CREATOR = 'lightkurve.LightCurve.to_fits()' / pipeline job and program used t   
TELESCOP= 'KEPLER  '           / telescope                                      
INSTRUME= 'Kepler Photometer'  / detector type                                  
OBJECT  = '757076  '           / string version of target id                    
KEPLERID=               757076 / unique Kepler target identifier                
CHANNEL =                   56 / CCD channel                                    
RADESYS = 'ICRS    '           / reference frame of celestial coordinates       
RA_OBJ  =            291.03872 / [deg] right ascension                          
DEC_OBJ =             36.59813 / [deg] declination                              
EQUINOX =                 2000 / equinox of celestial coordinate system         
PROCVER = '1.1.1   '                                                            
HLSPLEAD= 'Kepler/K2 GO office'                                                 
HLSPNAME= 'TUTORIAL'                                                            
CITATION= 'HEDGES2018'                                                          
MISSION = 'Kepler  '                                                            
DATE-OBS= '2009-09-18T17:53:34.165'                                             
QUARTER =                    3                                                  
CHECKSUM= '6aHd6V9Z6ZEb6Z9Z'   / HDU checksum updated 2019-09-19T15:46:39       
DATASUM = '0       '           / data unit checksum updated 2019-09-19T15:46:39 

Now our new keywords are included in the primary header!

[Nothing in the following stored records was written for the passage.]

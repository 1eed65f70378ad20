import { kwhInput, plainInput, rule, stated } from '../books/inputs.ts';
import type { GridFactor } from '../facts/household.ts';
import { sayCount } from '../ledger/say.ts';
import { sumWh, type Wh } from '../units/energy.ts';
import { Exact, exact, kwhOf } from '../units/rate.ts';
import type { FigureBasis } from '../working.ts';
import type { ProjectionBasis } from './basis.ts';
import type { Carbon, PlainFigure } from './outlook.ts';
import { projectParts } from './project.ts';

/** Kilograms in a pound, exactly (international avoirdupois pound; NIST Special Publication 811, from memory). */
const KG_PER_LB = '0.45359237';

/** Production × the published factor. A cycle without production is missing, not zero, and is named beside the figure. */
export function carbonOf(basis: ProjectionBasis): Carbon {
  const { grid } = basis.facts.assumptions;
  const known = basis.cycles.flatMap(({ productionWh }) => (productionWh === null ? [] : [productionWh]));
  const parts = projectParts(basis);
  const missingCycles = basis.cycles.length - known.length;
  return {
    factor: grid,
    toDate:
      known.length === 0
        ? null
        : avoided(grid, sumWh(known), `Production of ${sayCount(known.length, 'cycle', 'cycles')}`, 'computed'),
    projected: parts.ok
      ? avoided(
          grid,
          sumWh(parts.energies.map((energy) => energy.productionWh)),
          `Production of ${sayCount(parts.energies.length, 'month', 'months')} projected`,
          'estimated',
        )
      : null,
    missingCycles,
  };
}

function avoided(grid: GridFactor, production: Wh, label: string, basis: FigureBasis): PlainFigure {
  const kg = kwhOf(production).times(exact(grid.lbPerMwh)).times(exact(KG_PER_LB)).div(1000);
  return {
    value: kg.toDecimalPlaces(0, Exact.ROUND_HALF_UP).toString(),
    working: {
      words: `kWh × ${grid.lbPerMwh} pounds of CO₂ per MWh, in kilograms`,
      formula: `roundWhole(production * factor * ${KG_PER_LB} / 1000)`,
      inputs: [
        kwhInput('production', label, production, stated('Production')),
        plainInput(
          'factor',
          `${grid.region}, ${grid.basis}, ${grid.year}`,
          grid.lbPerMwh,
          'lb/MWh',
          rule('Emission factor of the grid, as stated in the assumptions', String(grid.year)),
        ),
      ],
      unit: 'kg',
      basis,
    },
  };
}
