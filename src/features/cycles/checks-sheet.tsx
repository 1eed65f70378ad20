import { useState } from 'react';
import type { Cycle } from '#shared/ledger/cycle.ts';
import type { Check } from '#shared/reconcile/check.ts';
import { parseDay } from '#shared/units/day.ts';
import { statedAndFound } from '#src/lib/check-words.ts';
import { fullDate } from '#src/lib/format.ts';
import type { HouseholdContext } from '#src/lib/household.ts';
import { errorWords } from '#src/lib/problem-words.ts';
import { Button } from '#src/ui/button.tsx';
import { Prose } from '#src/ui/prose.tsx';
import { Sheet } from '#src/ui/sheet.tsx';
import { Verdict } from '#src/ui/verdict.tsx';
import { AcceptDialog } from './accept-dialog.tsx';
import { useAccept } from './cycles-queries.ts';

/** Every check of the cycle with its outcome; those that differ say why, and what to do. */
export function ChecksSheet({ cycle, household }: { cycle: Cycle; household: HouseholdContext }) {
  const [accepting, setAccepting] = useState<Check | null>(null);
  return (
    <Sheet title="Checks">
      <ul className="mt-2 border-t-2 border-ink">
        {cycle.checks.map((check) => (
          <li key={check.key} className="border-b border-rule py-2">
            <p className="flex items-baseline justify-between gap-4">
              <span>{check.title}</span>
              <Verdict check={check} />
            </p>
            {check.verdict !== 'agrees' && <Explained check={check} />}
            {check.verdict === 'differs' && household.canEdit && check.accepted === null && (
              <p className="no-print">
                <button type="button" className="link min-h-11 text-[15px]" onClick={() => setAccepting(check)}>
                  Accept with a note
                </button>
              </p>
            )}
            {check.accepted && <Accepted check={check} cycle={cycle} household={household} />}
          </li>
        ))}
      </ul>
      {accepting && (
        <AcceptDialog
          checks={[accepting]}
          householdId={household.id}
          cycleTo={cycle.to}
          onClose={() => setAccepting(null)}
        />
      )}
    </Sheet>
  );
}

function Explained({ check }: { check: Check }) {
  const { stated, found } = check;
  return (
    <div className="hint max-w-[60ch]">
      {check.verdict === 'differs' && stated !== null && found !== null && (
        <p>{statedAndFound(stated, found, check.unit)}</p>
      )}
      {check.cause && (
        <p>
          <Prose text={check.cause} />
        </p>
      )}
      {check.advice && (
        <p className="text-ink">
          <Prose text={check.advice} />
        </p>
      )}
    </div>
  );
}

function Accepted({ check, cycle, household }: { check: Check; cycle: Cycle; household: HouseholdContext }) {
  const accept = useAccept(household.id, cycle.to);
  if (!check.accepted) return null;
  const day = parseDay(check.accepted.on.slice(0, 10));
  return (
    <div className="hint">
      <p>
        “{check.accepted.note}” {check.accepted.by}
        {day && `, ${fullDate(day)}`}
      </p>
      {household.canEdit && (
        <p className="no-print">
          <Button look="link" busy={accept.isPending} onClick={() => accept.mutate({ check: check.key, note: null })}>
            Take this back
          </Button>
        </p>
      )}
      {accept.isError && <p className="neg">{errorWords(accept.error)}</p>}
    </div>
  );
}
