import { useState } from 'react';
import type { Cycle } from '#shared/ledger/cycle.ts';
import type { Check } from '#shared/reconcile/check.ts';
import { parseDay } from '#shared/units/day.ts';
import { statedAndFound } from '#src/lib/check-words.ts';
import { fullDate } from '#src/lib/format.ts';
import type { HouseholdContext } from '#src/lib/household.ts';
import { errorWords } from '#src/lib/problem-words.ts';
import { Button } from '#src/ui/button.tsx';
import { Prose } from '#src/ui/prose.tsx';
import { Sheet } from '#src/ui/sheet.tsx';
import { Verdict } from '#src/ui/verdict.tsx';
import { AcceptDialog } from './accept-dialog.tsx';
import { groupedChecks, pairWords, tellsMore } from './check-groups.ts';
import { useAccept } from './cycles-queries.ts';

/** Every check of the cycle by what it looks at: those that do not agree first, saying why and what to do; those that agree in one line each. */
export function ChecksSheet({ cycle, household }: { cycle: Cycle; household: HouseholdContext }) {
  const [accepting, setAccepting] = useState<Check | null>(null);
  return (
    <Sheet title="Checks">
      {groupedChecks(cycle.checks).map(({ title, open, agreeing }) => (
        <section key={title} className="mt-3 first:mt-1">
          <h3 className="flex items-baseline justify-between gap-4 border-b-2 border-ink pb-1">
            {title}
            <span className="hint font-normal">{agreeWords(agreeing.length, open)}</span>
          </h3>
          <ul>
            {open.map((check) => (
              <li key={check.key} className="border-b border-rule py-2">
                <p className="flex items-baseline justify-between gap-4">
                  <span>{check.title}</span>
                  <Verdict check={check} />
                </p>
                <Explained check={check} />
                {check.verdict === 'differs' && household.canEdit && check.accepted === null && (
                  <p className="no-print">
                    <button type="button" className="link min-h-11 text-[15px]" onClick={() => setAccepting(check)}>
                      Accept with a note
                    </button>
                  </p>
                )}
                {check.accepted && <Accepted check={check} cycle={cycle} household={household} />}
              </li>
            ))}
            {agreeing.map((check) => (
              <li key={check.key} className="flex items-baseline justify-between gap-4 py-0.5 text-[15px] text-soft">
                <span className="min-w-0">
                  {check.title}
                  {tellsMore(check) && <span className="hint block">{tellsMore(check)}</span>}
                </span>
                <Verdict check={check} />
              </li>
            ))}
          </ul>
        </section>
      ))}
      {accepting && (
        <AcceptDialog
          checks={[accepting]}
          householdId={household.id}
          cycleTo={cycle.to}
          onClose={() => setAccepting(null)}
        />
      )}
    </Sheet>
  );
}

/** "7 of 8 agree", of those that had something to compare; nothing where none had. */
function agreeWords(agreeing: number, open: readonly Check[]): string {
  const compared = agreeing + open.filter((check) => check.verdict === 'differs').length;
  return compared === 0 ? '' : `${agreeing} of ${compared} agree`;
}

function Explained({ check }: { check: Check }) {
  const { stated, found } = check;
  return (
    <div className="hint max-w-[60ch]">
      {check.verdict === 'differs' && stated !== null && found !== null && (
        <p>{statedAndFound(stated, found, check.unit, pairWords(check.check))}</p>
      )}
      {check.cause && (
        <p>
          <Prose text={check.cause} />
        </p>
      )}
      {check.advice && (
        <p className="text-ink">
          <Prose text={check.advice} />
        </p>
      )}
    </div>
  );
}

function Accepted({ check, cycle, household }: { check: Check; cycle: Cycle; household: HouseholdContext }) {
  const accept = useAccept(household.id, cycle.to);
  if (!check.accepted) return null;
  const day = parseDay(check.accepted.on.slice(0, 10));
  return (
    <div className="hint">
      <p>
        “{check.accepted.note}” {check.accepted.by}
        {day && `, ${fullDate(day)}`}
      </p>
      {household.canEdit && (
        <p className="no-print">
          <Button look="link" busy={accept.isPending} onClick={() => accept.mutate({ check: check.key, note: null })}>
            Take this back
          </Button>
        </p>
      )}
      {accept.isError && <p className="neg">{errorWords(accept.error)}</p>}
    </div>
  );
}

What about if we want to add more data columns to our fits file? We can simply add data columns in the same way. Let's add the data quality to our fits file.

In [11]:
demo_vector = lc.fold(1.23456789).phase
demo_vector
Out[11]:
array([-0.49992399, -0.49952132, -0.49932792, ...,  0.49923243,
        0.49957413,  0.49988861])
In [12]:
lc.to_fits(path='output.fits',
             overwrite=True,
             HLSPLEAD='Kepler/K2 GO office',
             HLSPNAME='TUTORIAL',
             CITATION='HEDGES2018',
             DEMO_COLUMN=demo_vector)
In [13]:
hdu = fits.open('output.fits')
In [14]:
hdu[1].data.columns
Out[14]:
ColDefs(
    name = 'TIME'; format = 'D'; unit = 'bkjd'
    name = 'FLUX'; format = 'E'; unit = 'counts'
    name = 'FLUX_ERR'; format = 'E'; unit = 'counts'
    name = 'CADENCENO'; format = 'J'
    name = 'DEMO_COLUMN'; format = 'D'
    name = 'SAP_QUALITY'; format = 'K'
    name = 'MOM_CENTR1'; format = 'D'
    name = 'MOM_CENTR2'; format = 'D'
)

The vector is populated as a data column in the HDU extension. Once all your lightcurves are saved as fits files and you have a README file, you can consider submitting your data products to MAST.